Is she a large breed? We usually give 4 oz every 3 hours to our minis. Is she acting hungry? Or overfed? Ive been told a few times that you really can't over feed a baby that young, and that they should have all the milk they want. I somewhat I agree with that, but prefer to have them on a schedule. The first day or 2 I feed them when they are hungry, anytime they are hungry. But then they go for 3 hours.  And they get fed 6 times a day til they are month old.


----------



## faintfarm

thanks
she is a mix lil more than half faint and less than half pyg. she is smallest goat i have had born here. but she will not eat much in the middle of the night not sure if its a good thing or bad lol and she hates water 

i have to take her to work with me cause she will not eat for my husband   makes me fill like a mom again  i feel the love


----------



## jodief100

You can overfeed a baby goat. More importantly is to allow long enough time between feedings to digest everything properly. If they have not digested everything and they eat a lot more on top of it they can get FKS. 

I never feed more than 3 times a day. I have full sized boer and kiko goats. I start with 6-8 ounces 3 x a day and work them up to 16-20 depending on size by adding a few ounces a day. If they down what I give them and still want more I will offer more, within reason.
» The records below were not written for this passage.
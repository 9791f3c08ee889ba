/**
 * Student t against mpmath 1.2 (40 digits: the incomplete beta route P(T ≤ −|t|) = ½ I_x(ν/2, ½) in
 * mpmath's betainc, and the closed-form log density with mpmath's loggamma;
 * test/reference/special/special_reference.py) plus closed forms for ν = 1 and 2.
 */
import { studentTCdf, studentTLogDensity, studentTQuantile } from '../../../functions/stats/special/studentT';
import reference from '../../reference/special/special_values.json';
import { expectInvalidArgument, relativeErrorOrAbsoluteAtZero } from '../../helpers/assertions';

/** One reference row; each table uses its leading columns (see special_reference.py). */
type Row = [number, number, number, number, number, number];
const rows = (name: string): Row[] => (reference as unknown as Record<string, Row[]>)[name] ?? [];

describe('studentTCdf and studentTLogDensity against mpmath', () => {
  it.each(rows('studentT').map((r) => [r[0], r[1], r[2], r[3]] as const))(
    't = %p, ν = %p',
    (t, df, cdf, logDensity) => {
      const value = studentTCdf(t, df);
      expect(Math.abs(value - cdf)).toBeLessThanOrEqual(1e-13);
      if (cdf < 0.5) expect(relativeErrorOrAbsoluteAtZero(value, cdf)).toBeLessThanOrEqual(1e-11);
      // the upper tail, read as P(T ≤ −t), is as accurate
      if (cdf > 0.5)
        expect(relativeErrorOrAbsoluteAtZero(studentTCdf(-t, df), 1 - cdf)).toBeLessThanOrEqual(
          1e-9 + 1e-15 / (1 - cdf),
        );
      expect(Math.abs(studentTLogDensity(t, df) - logDensity)).toBeLessThanOrEqual(
        1e-13 * Math.max(1, Math.abs(logDensity)),
      );
    },
  );
  it('matches the closed forms for ν = 1 (Cauchy) and ν = 2', () => {
    // Cauchy: F(t) = ½ + atan(t)/π; ν = 2: F(t) = ½ + t / (2√(2 + t²))  (A&S 26.7.3, closed forms)
    for (const t of [-30, -2, -0.3, 0.7, 5]) {
      expect(studentTCdf(t, 1)).toBeCloseTo(0.5 + Math.atan(t) / Math.PI, 14);
      expect(studentTCdf(t, 2)).toBeCloseTo(0.5 + t / (2 * Math.sqrt(2 + t * t)), 14);
    }
    expect(studentTLogDensity(0, 1)).toBeCloseTo(-Math.log(Math.PI), 15);
  });
  it('tends to the normal distribution as ν grows and at ν = Infinity', () => {
    expect(studentTCdf(-1.5, Infinity)).toBeCloseTo(0.0668072012688581, 15); // Φ(−1.5), handbook value
    expect(Math.abs(studentTCdf(-1.5, 1e12) - 0.0668072012688581)).toBeLessThan(1e-12);
  });
});

describe('studentTQuantile against mpmath', () => {
  it.each(rows('studentTQuantile').map((r) => [r[0], r[1], r[2]] as const))('p = %p, ν = %p', (p, df, truth) => {
    expect(relativeErrorOrAbsoluteAtZero(studentTQuantile(p, df), truth)).toBeLessThanOrEqual(1e-12);
  });
  it('round-trips with studentTCdf in the smaller tail', () => {
    for (const df of [0.7, 1, 2.5, 10, 1e3, 1e6]) {
      for (const p of [1e-30, 1e-8, 0.01, 0.2, 0.4]) {
        const t = studentTQuantile(p, df);
        expect(relativeErrorOrAbsoluteAtZero(studentTCdf(t, df), p)).toBeLessThan(1e-12);
        // symmetry, with the probability 1 − p actually passed (rounded) mirrored exactly
        expect(studentTQuantile(1 - p, df)).toBe(-studentTQuantile(1 - (1 - p), df));
      }
    }
  });
  it('has the exact limits', () => {
    expect(studentTQuantile(0, 3)).toBe(-Infinity);
    expect(studentTQuantile(1, 3)).toBe(Infinity);
    expect(studentTQuantile(0.5, 3)).toBe(0);
    expect(studentTCdf(0, 3)).toBe(0.5);
    expect(studentTCdf(-Infinity, 3)).toBe(0);
  });
});

describe('argument checks', () => {
  it('throws invalid_argument with a message', () => {
    expectInvalidArgument(() => studentTCdf(1, 0), /studentTCdf needs degrees of freedom above 0, got 0/);
    expectInvalidArgument(() => studentTCdf(Number.NaN, 3), /studentTCdf needs a number t, got NaN/);
    expectInvalidArgument(
      () => studentTQuantile(1.2, 3),
      /studentTQuantile needs a probability between 0 and 1, got 1.2/,
    );
    expectInvalidArgument(() => studentTLogDensity(0, -1), /studentTLogDensity needs degrees of freedom above 0/);
  });
});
You will use less since you have a smaller baby. 

I have raised only a few bottle babies but I use advise given to me by someone who raises ALL her babies by bottle.


----------



## liz

She's a newborn...I don't bottlefeed but going by how mom feeds new babies, they eat small meals frequently the first week of life,, 2-3 ounces every 2 hours is fine for a mini kid. Once she turns a week old you can increase the amount per feeding by an ounce and stretch the time between bottles by an hour. You can overfeed with a bottle, but going by the "natural" way they eat when it's available 24/7...it's frequent small meals.


----------



## StaceyRosado

Yes you can over feed a kid. But how you are feeding sound fine to me. 

If you do over feed they don't get FKS but enterotoxemia (aka overeating disease). This is why giving mom her CD/T shot before kidding is important


----------



## jodief100

StaceyRoop said:


> Yes you can over feed a kid. But how you are feeding sound fine to me.
> 
> If you do over feed they don't get FKS but enterotoxemia (aka overeating disease). This is why giving mom her CD/T shot before kidding is important


I agree but from others experience FKS can be caused by large meals fed too close together before all the milk can be digested.


----------



## StaceyRosado

my knowledge on FKS isn't wide but I do know its a selenium and vit E deficiency and I am not sure at this time how over feeding can lead to a FKS issue - will have to look into it more to made a decision on this


----------



## faintfarm

ok thanks for all the help she is the most active lil baby i have ever had.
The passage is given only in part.